(Saved data entries)
· · · ·

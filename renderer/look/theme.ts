import { wish } from './media.ts';
import { FORCED, PALETTES, type Palette, type Scheme } from './tokens.ts';

/** What the person chose: the system's own light or dark, or one of them always. */
export type SchemeChoice = 'system' | Scheme;

const dark = wish('(prefers-color-scheme: dark)');
/** Colours that the person's system imposes on every page. */
const forced = wish('(forced-colors: active)');
let choice: SchemeChoice = 'system';
const listeners = new Set<() => void>();

export const scheme = (): Scheme => (choice === 'system' ? (dark.holds() ? 'dark' : 'light') : choice);
export const palette = (): Palette => (forced.holds() ? FORCED : PALETTES[scheme()]);

/**
 * The palette as plain colours, for what reads colours by itself and knows no names that the system gives:
 * plots.
 */
export function plainPalette(): Palette {
  const named = palette();
  if (!forced.holds()) return named;
  const probe = document.createElement('span');
  probe.style.setProperty('forced-color-adjust', 'none');
  document.body.append(probe);
  const plain = Object.fromEntries(
    Object.entries(named).map(([name, colour]) => {
      probe.style.color = colour;
      return [name, getComputedStyle(probe).color];
    }),
  );
  probe.remove();
  return plain as unknown as Palette;
}

function apply(): void {
  const root = document.documentElement;
  for (const [name, colour] of Object.entries(palette())) root.style.setProperty(`--${name}`, colour);
  root.style.setProperty('color-scheme', scheme());
  for (const listener of listeners) listener();
}

/** Puts the palette on the page and keeps it in step with the system. */
export function startTheme(): void {
  dark.listen(apply);
  forced.listen(apply);
  apply();
}

export function chooseScheme(next: SchemeChoice): void {
  choice = next;
  apply();
}

/** Calls `listener` after every change; returns how to stop. */
export function onTheme(listener: () => void): () => void {
  listeners.add(listener);
  return () => listeners.delete(listener);
}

· · · ·

Within the data, tally each line containing the string "holds". Answer with the number by itself.

3